A friendly place is not a forbidden pleasure.
It is a gully and windy road, it is a little nook that seems lodged in every cranny on this wonderful peninsula.
San Francisco tells me that if I were an astronaut I would ant to come back home an drethink my line of work, because all i ever want is here in this peerless bay. Hail the bridge of a gold, a gold so lovely that it is RED!.
Forget the moon, I am in the center of the edge of the west.

POC

Piece of cake. I have realized through many trials and heartache, that all the harsh difficulties that nettle the path of a true soul searcher, academic and light bringer can be cast aside with the simple prescription of a clean and pure medicine. A little confidence and a bit of ramen soup is actually all it takes, the latter only for a little spice.

So now that the whole future is easy, it allows for a multitude of possabilities every fork can be charted out in a wonderful branching out in a tree-like array on the blank slate of the sweet white paper. I impregnate it with ink. thin black lines tha scurry and almost scratch ink.
You drive me to the bay, and i will be the one who gets in the water! watch. I have waves breaking at my ankles!

A horrible day, and this the conclusion that brings tears to the bird watching a dreamer, and take s amoment from scavenging to think "gee. oh gee!"

Piece of cake means that it all can be done, even the hard one, the hardest one... enlightenment.
the conquering of time and mind.
Piece of cake.

Wednesday, October 11, 2006

bad day

A Fucking Lab

I was sitting in the smelly class doing a fucking lab.

Protein shit. No it was worse, Disstillation, which means evaporation to get a piece of shit.

I was sick of it.

That is my abstract.

Here is my Intro.

The lab was like being in a cage while zookeepers poured unknoqn steamy liquids in a pot right next to your goddamn face.

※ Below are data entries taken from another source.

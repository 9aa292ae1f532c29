"""P-wave boundary refinement and P-presence rules, checked against analytic signals.

The corner refinement (reviewapp.core.dsp.delineate_corner.hinge_corner) is checked on waves
whose boundary is known exactly by construction (a half-sine leaving a flat baseline: the
slope is discontinuous at one sample), seen through the same zero-phase 40 Hz Butterworth
low-pass (scipy.signal) the delineator uses. The P-coupling rule is checked on signals built
to the textbook definitions: a P wave keeps its PR while the RR changes; flutter waves march
at their own cycle length and the QRS follows every 2nd or 3rd one (varying conduction).
"""

from __future__ import annotations

import numpy as np
import pytest
from scipy.signal import butter, sosfiltfilt

from reviewapp.core.dsp.delineate import (
    P_COUPLING_MAX_RATIO,
    _p_coupled_to_previous_qrs,
    _zsegments,
)
from reviewapp.core.dsp.delineate_corner import hinge_corner
from reviewapp.core.dsp.delineate_p import P_CORNER_MAX_RATIO

FS = 500.0


def _lowpass(y: np.ndarray, fs: float = FS) -> np.ndarray:
    return sosfiltfilt(butter(2, 40.0, fs=fs, output="sos"), y, axis=-1)


def _half_sine(n: int, start: int, width: int, amp: float = 0.15) -> np.ndarray:
    """Zero up to and including ``start``, then amp * sin(pi (t - start) / width) up to
    ``start + width`` (zero again there): the join points are ``start`` and ``start + width``."""
    t = np.arange(n, dtype=np.float64)
    return amp * np.sin(np.pi * np.clip((t - start) / width, 0.0, 1.0))


@pytest.mark.parametrize("offset", [-8, -4, 0, 4])
def test_onset_corner_found_within_one_sample_through_40_hz_lowpass(offset: int) -> None:
    # Exact corner by construction: the last zero sample before the wave is 100.
    y = _lowpass(_half_sine(400, 100, 50))[None, :]
    join = hinge_corner(y, np.array([100 + offset]), 10, 10, np.array([1.0]), True)
    assert abs(int(join[0]) - 100) <= 1


@pytest.mark.parametrize("offset", [-4, 0, 4, 8])
def test_end_corner_found_within_one_sample_through_40_hz_lowpass(offset: int) -> None:
    # A negative wave ending at sample 150 (first zero sample after it): sign -1, end side.
    y = -_lowpass(_half_sine(400, 100, 50))[None, :]
    join = hinge_corner(y, np.array([150 + offset]), 10, 10, np.array([-1.0]), False)
    assert abs(int(join[0]) - 150) <= 1


def test_corner_fit_averages_noise() -> None:
    # White noise of 5 uV (3 % of the 0.15 mV wave) on each sample: over 40 noise draws the
    # corner stays within half a sample on average, spread below one sample.
    rng = np.random.default_rng(0)
    clean = _half_sine(400, 100, 50)
    rows = _lowpass(clean[None, :] + rng.normal(0.0, 0.005, (40, 400)))
    join = hinge_corner(rows, np.full(40, 94), 10, 10, np.ones(40), True)
    assert abs(join.mean() - 100) <= 0.5 and join.std() <= 1.0, (join.mean(), join.std())


def test_fitted_samples_stop_at_the_limit() -> None:
    # A large step (a QRS onset) 12 samples after the P end must not pull the end when the
    # fit is limited to the samples before it (without the limit: 155, 5 samples late).
    y = _lowpass(_half_sine(400, 100, 50))
    y[162:] += 1.0
    y = y[None, :]
    hi = np.array([161])
    free = hinge_corner(y, np.array([153]), 10, 10, np.array([1.0]), False)
    assert abs(int(free[0]) - 150) > 1
    join = hinge_corner(y, np.array([153]), 10, 10, np.array([1.0]), False, None, hi, None, hi)
    assert abs(int(join[0]) - 150) <= 1


def test_corner_ratio_separates_a_corner_from_a_smooth_bend() -> None:
    # A slope discontinuity is explained far better by the two-segment model than by a smooth
    # cubic; a Gaussian bump (infinitely smooth, no corner) is not.
    t = np.arange(400, dtype=np.float64)
    sharp = _lowpass(_half_sine(400, 100, 50))[None, :]
    smooth = _lowpass(0.15 * np.exp(-0.5 * ((t - 150.0) / 12.5) ** 2))[None, :]
    _, r_sharp = hinge_corner(sharp, np.array([96]), 10, 10, np.array([1.0]), True, with_ratio=True)
    _, r_smooth = hinge_corner(
        smooth, np.array([115]), 10, 10, np.array([1.0]), True, with_ratio=True
    )
    assert r_sharp[0] <= P_CORNER_MAX_RATIO < r_smooth[0], (r_sharp, r_smooth)


def _beats_signal(
    r: np.ndarray, waves: np.ndarray, n: int, width: int = 50
) -> tuple[np.ndarray, np.ndarray]:
    """Narrow QRS spikes at ``r`` and half-sine atrial waves starting at ``waves``; two leads."""
    x = np.zeros(n)
    for a in waves:
        if 0 <= a and a + width < n:
            x += _half_sine(n, int(a), width, 0.1)
    for rr in r:
        x[rr - 5 : rr + 6] += np.hanning(11)
    x2 = np.stack([x, 0.5 * x], axis=1)
    rng = np.random.default_rng(1)
    return (x2 + rng.normal(0.0, 0.005, x2.shape)).astype(np.float32), r


def _coupled(x: np.ndarray, r: np.ndarray) -> bool:
    dom = np.ones(r.size, dtype=bool)
    win = (-110, 70)  # P window: 30 ms before a P starting 160 ms before R, to its end
    z, ok = _zsegments(x, r[dom] + win[0], win[1])
    s = z[ok].sum(axis=0)
    return _p_coupled_to_previous_qrs(x, r, dom, win, s / np.linalg.norm(s))


def test_sinus_p_with_varying_rr_is_this_beats_p() -> None:
    # Sinus arrhythmia: RR 800-1100 ms, every P 160 ms (80 samples) before its own QRS.
    rr = np.array([400, 550, 420, 520, 440, 500, 410, 540, 430, 480, 520, 400])
    r = 300 + np.cumsum(rr)
    x, r = _beats_signal(r, r - 80, int(r[-1] + 300))
    assert not _coupled(x, r)


def test_flutter_waves_with_varying_conduction_are_not_p() -> None:
    # Atrial flutter: waves every 220 ms (110 samples, 270/min); the QRS follows every 2nd or
    # 3rd wave at a fixed delay, so the RR changes by whole flutter cycles.
    cycle, delay = 110, 80
    waves = np.arange(100, 100 + 40 * cycle, cycle)
    steps = [2, 3, 2, 2, 3, 2, 3, 3, 2, 2, 3, 2, 2, 3]
    idx = np.cumsum(steps) + 1
    r = waves[idx] + delay
    x, r = _beats_signal(r, waves, int(waves[-1] + 200))
    assert _coupled(x, r)


def test_coupling_limit_lies_above_a_shifted_half_sine() -> None:
    # Geometry behind P_COUPLING_MAX_RATIO: a half-sine bump shifted by half its width keeps
    # 1/pi ~ 0.32 of its autocorrelation (integral of sin x sin(x + pi/2) over [0, pi/2]
    # divided by integral of sin^2 x over [0, pi]); the limit must lie above that.
    x = np.linspace(0.0, np.pi, 20001)
    auto = np.trapezoid(np.sin(x) ** 2, x)
    xs = np.linspace(0.0, np.pi / 2, 10001)
    shifted = np.trapezoid(np.sin(xs) * np.sin(xs + np.pi / 2), xs)
    assert shifted / auto == pytest.approx(1.0 / np.pi, abs=1e-4)
    assert 1.0 / np.pi < P_COUPLING_MAX_RATIO < 0.5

My lab partners did alol the fucking work. Those pieces of shit. They only want to finish the damn thing… assholes… what happened to the learning process. Their brains must be freaking Pentium processors without souls and super fast.

And my GSI can’t speak or know what the hell I’m asking half the time.

Here is my Calculation

Crap + what the hell= Lab sucks

Here is my Conclusion. Distillation is like a wet burp and if its reall gut it stinks your throat.

Ive spent the whole godamnbn two hours trying to figure out hw to do this traffic court bullshit. Fuck this place, there is no happy place for an ugly man.